I love this kind of cooking. It helps that Nowah, who comes in to do dishes on Saturday mornings, is around to clean up. "Ah, you're busy now," she said as she greeted me. "Boss man coming home today?" We then agreed on the proverbial way-to-a-man's-heart-stomach dictum, which seems to have made it into West African culture as well...
A few years ago, when I was living on a farm in Tanzania and friends with the only masseuse in town, I'd invite her over for an afternoon to give massages to everyone. I remember making her fresh mango ice cream in custard made from farm eggs made by the chickens running around our yard. In between sessions, I pushed a bowl of it, light orange and thick with mango-ness, into her hands and handed her a spoon. "You're a kitchen witch," she said, smiling.

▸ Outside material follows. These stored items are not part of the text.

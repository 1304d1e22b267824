"""`tunetrace apply FILE --chain CHAIN -o OUT.csv`: filter a recording offline."""

from __future__ import annotations

import argparse
import os
import sys
import time

from monitor.commands.common import positive_float
from monitor.errors import UserError

CAUTION = ("Filtering adds lag and can hide faults: before filtered values feed a control "
           "loop or a safety decision, validate the chain on the real system and follow the "
           "standards that apply.")


def add_arguments(parser: argparse.ArgumentParser) -> None:
    from monitor.stats import FIGURES_HELP

    parser.epilog = f"{FIGURES_HELP} {CAUTION}"
    parser.add_argument("file", metavar="FILE",
                        help="a tunetrace recording, or a CSV file with a header row")
    parser.add_argument("--chain", required=True, metavar="CHAIN", help="chain file (TOML)")
    parser.add_argument("-o", "--output", required=True, metavar="OUT.csv",
                        help="the CSV to write: every input column, then <channel>_filtered")
    parser.add_argument("--force", action="store_true", help="overwrite OUT.csv if it exists")
    parser.add_argument("--rate", type=positive_float, metavar="HZ",
                        help="sample rate (else the recording's own: its header or its time "
                             "column; else the chain's rate_hz)")
    parser.add_argument("--time-column", metavar="NAME",
                        help="for a CSV file from another logger: the column of seconds")


class _ProgressBar:
    """A one-line bar on stderr, redrawn at most 5 times a second."""

    WIDTH = 30

    def __init__(self, stream) -> None:
        self.stream = stream
        self.started = time.monotonic()
        self.drawn = False

    def __call__(self, fraction: float) -> None:
        if time.monotonic() - self.started < 0.5 and fraction < 1.0 and not self.drawn:
            return                      # short files finish before a bar is worth drawing
        filled = int(round(fraction * self.WIDTH))
        self.stream.write(f"\rapply [{'#' * filled}{'.' * (self.WIDTH - filled)}] "
                          f"{fraction * 100:5.1f}%")
        self.stream.flush()
        self.drawn = True

    def finish(self) -> None:
        if self.drawn:
            self.stream.write("\n")
            self.stream.flush()


def _check_output(path: str, force: bool) -> None:
    """UserError (exit 2) now if `path` cannot become the output file."""
    from replay.writer import open_error_sentence

    problem: OSError | None = None
    if os.path.isdir(path):
        problem = IsADirectoryError(path)
    elif os.path.exists(path) and not force:
        problem = FileExistsError(path)
    elif not os.path.isdir(os.path.dirname(os.path.abspath(path))):
        problem = FileNotFoundError(path)
    if problem is not None:
        raise UserError(open_error_sentence(problem, path, what="output"))


def run(args: argparse.Namespace) -> int:
    from monitor.commands.common import declared_rate, parse_chain_text, read_chain_text
    from replay.offline import apply_chain, apply_rate, open_with_fallback, rate_disagreement
    from replay.reader import RecordingError, read_recording
    from replay.writer import open_error_sentence

    _check_output(args.output, args.force)
    chain_text = read_chain_text(args.chain)
    spec = parse_chain_text(chain_text, args.chain)
    declared_rate(args, spec, args.chain)           # refuses --rate against another rate_hz
    try:
        recording = open_with_fallback(
            lambda hz: read_recording(args.file, time_column=args.time_column, rate_hz=hz),
            args.rate, spec.rate_hz)
        rate = apply_rate(recording, args.rate, spec.rate_hz)
    except RecordingError as exc:
        raise UserError(str(exc)) from None
    note = rate_disagreement(recording, rate, spec.rate_hz)
    if note:
        print(f"tunetrace apply: note: {note}", file=sys.stderr)
    bar = _ProgressBar(sys.stderr) if sys.stderr.isatty() else None
    try:
        result = apply_chain(recording, spec, args.output, chain_text=chain_text,
                             rate_hz=args.rate, force=args.force, progress=bar)
    except RecordingError as exc:
        raise UserError(str(exc)) from None
    except OSError as exc:
        raise UserError(open_error_sentence(exc, args.output, what="output"),
                        exit_code=1) from None
    except ValueError as exc:
        raise UserError(f"{args.chain} cannot run on {args.file}: {str(exc).rstrip('.')}.") \
            from None
    finally:
        if bar is not None:
            bar.finish()
    notes = []
    if result.bad_rows:
        notes.append(f"{result.bad_rows} bad rows skipped")
    if result.torn_last_line:
        notes.append("a torn last line ignored")
    print(f"wrote {result.out_path}: {result.rows} rows at {result.rate_hz:g} Hz "
          f"({result.rate_origin}), {result.gaps} gaps, {result.bytes_written} bytes, "
          f"{result.seconds:.1f} s" + (f"; {', '.join(notes)}" if notes else ""))
    if result.reduction_db:
        from monitor.stats import format_db

        units = recording.schema.units
        labels = [f"{n}[{units[k]}]" if k < len(units) and units[k] else n
                  for k, n in enumerate(result.channels)]
        print("noise reduction, measured on this recording / of white noise: " + ", ".join(
            f"{label} {format_db(db)}/{white:.1f} dB" for label, db, white in
            zip(labels, result.reduction_db, result.white_reduction_db, strict=True)))
    return 0

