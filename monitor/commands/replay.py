"""`tunetrace replay`."""

from __future__ import annotations

import argparse

from monitor.errors import UserError


def add_arguments(parser: argparse.ArgumentParser) -> None:
    pass


def run(args: argparse.Namespace) -> int:
    raise UserError("'tunetrace replay' is not built yet.", exit_code=1)
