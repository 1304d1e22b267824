"""`tunetrace bench`: throughput, latency and cost, always as ratios to a same-run reference."""

from __future__ import annotations

import argparse
import importlib
import json
import sys

from monitor.errors import UserError


def add_arguments(parser: argparse.ArgumentParser) -> None:
    from monitor.bench import PARTS

    parser.add_argument("--json", action="store_true", help="print one JSON object")
    parser.add_argument("--render", action="store_true",
                        help="also measure the plot renderer (headless, software OpenGL)")
    parser.add_argument("--only", action="append", choices=PARTS, metavar="PART",
                        help=f"run only this part (repeatable): {', '.join(PARTS)}")
    parser.add_argument("--quick", action="store_true",
                        help="small data sizes (a smoke test; targets are judged on full runs)")


def run(args: argparse.Namespace) -> int:
    from monitor.bench import DEFAULT_PARTS

    parts = list(args.only or DEFAULT_PARTS)
    if args.render and "render" not in parts:
        parts.append("render")
    results: dict[str, object] = {}
    for name in parts:
        module = importlib.import_module(f"monitor.bench.{name}")
        if not args.json:
            print(f"[{name}] measuring...", file=sys.stderr, flush=True)
        try:
            metrics = module.run(quick=args.quick)
        except (ImportError, OSError) as exc:
            raise UserError(f"bench part '{name}' cannot run here: {exc}", exit_code=1) from exc
        results.update(metrics)
        if not args.json:
            for key, value in metrics.items():
                shown = f"{value:.4g}" if isinstance(value, float) else str(value)
                print(f"  {key:36s} {shown}")
    if args.json:
        print(json.dumps(results, indent=2, sort_keys=True))
    return 0
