"""`tunetrace export`: write a chain as firmware C (float, Q15, Q31) with test vectors.

Channels: --channels names them in the order of the self-test's CSV columns; without it
the channels the chain file names are exported, plus, when some stage selects every
channel, the generic chain `signal` for every other channel (one state struct per channel
on the board).
Fixed point needs each channel's full scale (--full-scale): the units that map to +-1.0.
A chain the target cannot hold is refused with the suggested fix unless
--accept-quantization; a chain whose quantized poles are unstable is always refused.
Existing files in DIR are replaced only with --force. Files are written only inside DIR
and never through a link: each is written whole to a temporary file created exclusively
in DIR, then renamed over its name; a symbolic link at an output's name is refused
without --force and replaced itself (its target left untouched) with --force.
"""

from __future__ import annotations

import argparse
import math
import sys
from pathlib import Path

from monitor.commands.common import channel_list, positive_float
from monitor.errors import UserError

TARGET_CHOICES = ("c-float", "c-q15", "c-q31")
MAX_VECTOR_ROWS = 1_000_000


def add_arguments(parser: argparse.ArgumentParser) -> None:
    parser.add_argument("chain", metavar="CHAIN", help="chain file (TOML)")
    parser.add_argument("--rate", type=positive_float, metavar="HZ",
                        help="sample rate the firmware runs at (default: the chain's rate_hz)")
    parser.add_argument("--target", required=True, choices=TARGET_CHOICES,
                        help="c-float (single precision; transposed DF2, or the delta form "
                             "where poles crowd z = 1), c-q15 or c-q31 (direct form I, "
                             "fixed point)")
    parser.add_argument("-o", "--output", required=True, metavar="DIR",
                        help="directory for NAME.h, NAME.c, NAME_selftest.c, "
                             "NAME_vectors.csv and README.md")
    parser.add_argument("--name", metavar="NAME",
                        help="C prefix and file name (default: the chain file's name)")
    parser.add_argument("--double", action="store_true",
                        help="c-float only: double precision instead of single")
    parser.add_argument("--channels", type=channel_list, metavar="NAMES",
                        help="comma-separated channel names, in the board's column order "
                             "(default: those the chain names, plus 'signal' for any other "
                             "channel when a stage selects every channel)")
    parser.add_argument("--full-scale", metavar="UNITS",
                        help="fixed point: units that map to +-1.0, one value (e.g. 50) or "
                             "per channel (load=50,current=10); for float it sets the "
                             "vectors' amplitude")
    parser.add_argument("--vectors-seconds", type=float, default=4.0, metavar="S",
                        help="length of the test vectors in seconds (default 4)")
    parser.add_argument("--accept-quantization", action="store_true",
                        help="export even when the target cannot hold the chain "
                             "(the README then says so)")
    parser.add_argument("--force", action="store_true",
                        help="replace existing files in DIR (a symbolic link at an output's "
                             "name is replaced itself; its target is never written)")


def parse_full_scale(text: str | None, channels: list[str], fixed: bool) -> dict[str, float]:
    """--full-scale text -> channel -> units; UserError naming what to fix."""
    if text is None:
        if fixed:
            raise UserError("fixed-point export needs --full-scale UNITS (the reading that "
                            "maps to +-1.0, e.g. --full-scale 50 for +-50 kg) or "
                            "--full-scale name=UNITS,... per channel.")
        return {}
    out: dict[str, float] = {}
    for part in (p.strip() for p in text.split(",")):
        name, _, value = part.rpartition("=")
        try:
            number = float(value)
        except ValueError:
            number = math.nan
        if not (math.isfinite(number) and number > 0):
            raise UserError(f"--full-scale {part!r} must be a positive number of units "
                            "(or name=number).")
        if not name and len(text.split(",")) == 1:
            return {ch: number for ch in channels}
        if name not in channels:
            raise UserError(f"--full-scale names {name or part!r}, which is not an exported "
                            f"channel ({', '.join(channels)}).")
        out[name] = number
    missing = [c for c in channels if c not in out]
    if missing and fixed:
        raise UserError(f"--full-scale gives no value for channel {missing[0]}; "
                        "add name=UNITS for every channel.")
    return out


def run(args: argparse.Namespace) -> int:
    from filters.fixedreport import report_for_plans
    from monitor.commands.common import load_chain_file
    from monitor.export import existing_files, export_texts, write_files
    from monitor.export.plan import build_plan, c_identifier, check_prefix, default_channels

    spec = load_chain_file(args.chain)
    rate = args.rate if args.rate is not None else spec.rate_hz
    if rate is None:
        raise UserError(f"{args.chain} has no rate_hz; give the firmware's sample rate "
                        "with --rate HZ.")
    if args.double and args.target != "c-float":
        raise UserError("--double applies to --target c-float only.")
    if not (math.isfinite(args.vectors_seconds) and args.vectors_seconds > 0
            and args.vectors_seconds * rate <= MAX_VECTOR_ROWS):
        raise UserError(f"--vectors-seconds {args.vectors_seconds:g} must be above 0 and give "
                        f"at most {MAX_VECTOR_ROWS:,} rows at {rate:g} Hz.")
    fixed = args.target != "c-float"
    channels = list(args.channels) if args.channels else default_channels(spec)
    full_scales = parse_full_scale(args.full_scale, channels, fixed)
    try:
        prefix = check_prefix(args.name or c_identifier(Path(args.chain).stem).lower())
        plan = build_plan(spec, channels, rate, args.target, prefix, full_scales, args.double)
        report = report_for_plans({ch.name: ch.plans for ch in plan.channels}, rate,
                                  plan.report_target,
                                  {ch.name: ch.full_scale for ch in plan.channels},
                                  args.vectors_seconds)
    except ValueError as exc:
        raise UserError(f"{args.chain}: {str(exc).rstrip('.')}.") from None
    print(report.format_text())
    if report.fatal:
        raise UserError(f"not exported: {report.fatal[0]}; {report.suggestion}.")
    if report.problems and not args.accept_quantization:
        raise UserError(f"not exported: {report.problems[0]}; {report.suggestion} "
                        "(or --accept-quantization to export anyway).")
    if report.problems:
        print("WARNING: exporting although the target cannot hold this chain; "
              "the README says so.", file=sys.stderr)
    texts = export_texts(spec, plan, report, args.chain, args.vectors_seconds,
                         forced=bool(report.problems))
    directory = Path(args.output)
    if directory.exists() and not directory.is_dir():
        raise UserError(f"-o {directory} is a file; give a directory.")
    clash = existing_files(directory, list(texts))
    if clash and not args.force:
        if clash[0].is_symlink():
            raise UserError(f"{clash[0]} is a symbolic link; export never writes through a "
                            "link: remove it, choose another -o DIR, or add --force to "
                            "replace the link itself.")
        raise UserError(f"{clash[0]} already exists; choose another -o DIR or add --force.")
    try:
        written = write_files(directory, texts, replace=args.force)
    except FileExistsError as exc:
        raise UserError(f"{exc.filename or directory} appeared while exporting; choose "
                        "another -o DIR or add --force.", exit_code=1) from None
    except OSError as exc:
        raise UserError(f"cannot write into {directory}: {exc.strerror or exc}.",
                        exit_code=1) from None
    print(f"wrote {', '.join(str(p) for p in written)}")
    print("Caution: validate the exported filter on the real system before it feeds a "
          "control loop or a safety function; its lag changes loop stability.")
    return 0
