def ring_memory(args: argparse.Namespace) -> int:
    """--ring-memory in bytes; UserError beyond this machine's memory or below 1 MiB."""
    from monitor.ring import MIN_RING_MEMORY

    megabytes = getattr(args, "ring_memory", None) or DEFAULT_RING_MEMORY_MB
    wanted = int(min(megabytes, 2.0 ** 40) * 2**20)
    if wanted < MIN_RING_MEMORY:
        raise UserError(f"--ring-memory {megabytes:g} is below the least {MIN_RING_MEMORY >> 20} "
                        f"MiB; give more.")
    try:
        memory = os.sysconf("SC_PHYS_PAGES") * os.sysconf("SC_PAGE_SIZE")
    except (ValueError, OSError, AttributeError):      # not every system tells
        return wanted
    if wanted > memory:
        raise UserError(f"--ring-memory {megabytes:g} is more than this machine's "
                        f"{memory / 2**20:.0f} MiB; give less.")
    return wanted
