import { NextResponse } from "next/server";
import { z } from "zod";
import { postClaimMessage } from "@/lib/claims/service";
import { currentViewer } from "@/lib/claims/viewer";
import { parseJson, route } from "@/lib/http/route";
import { idParam } from "@/lib/validation/claims";

/** `{ body, requestInfo? }`; requestInfo (staff) asks the owner for more and sets awaiting_owner. */
export const POST = route<{ id: string }>(async (req, ctx) => {
  const { id } = idParam.parse(ctx.params);
  const out = await postClaimMessage(await currentViewer(), id, await parseJson(req, z.unknown()));
  return NextResponse.json(out, { status: 201 });
});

It was one of the best compliments, one of those things that stays with you and builds you up forever after it's been said. Before that, I'd been a little uncomfortable finding my way around a kitchen, always sticking to books and asking people's opinions. After that, I found my own way. And now, on Saturday mornings, before a yoga session to shake my hangover, I'm grateful that I can make something with my hands and heart that everyone can enjoy.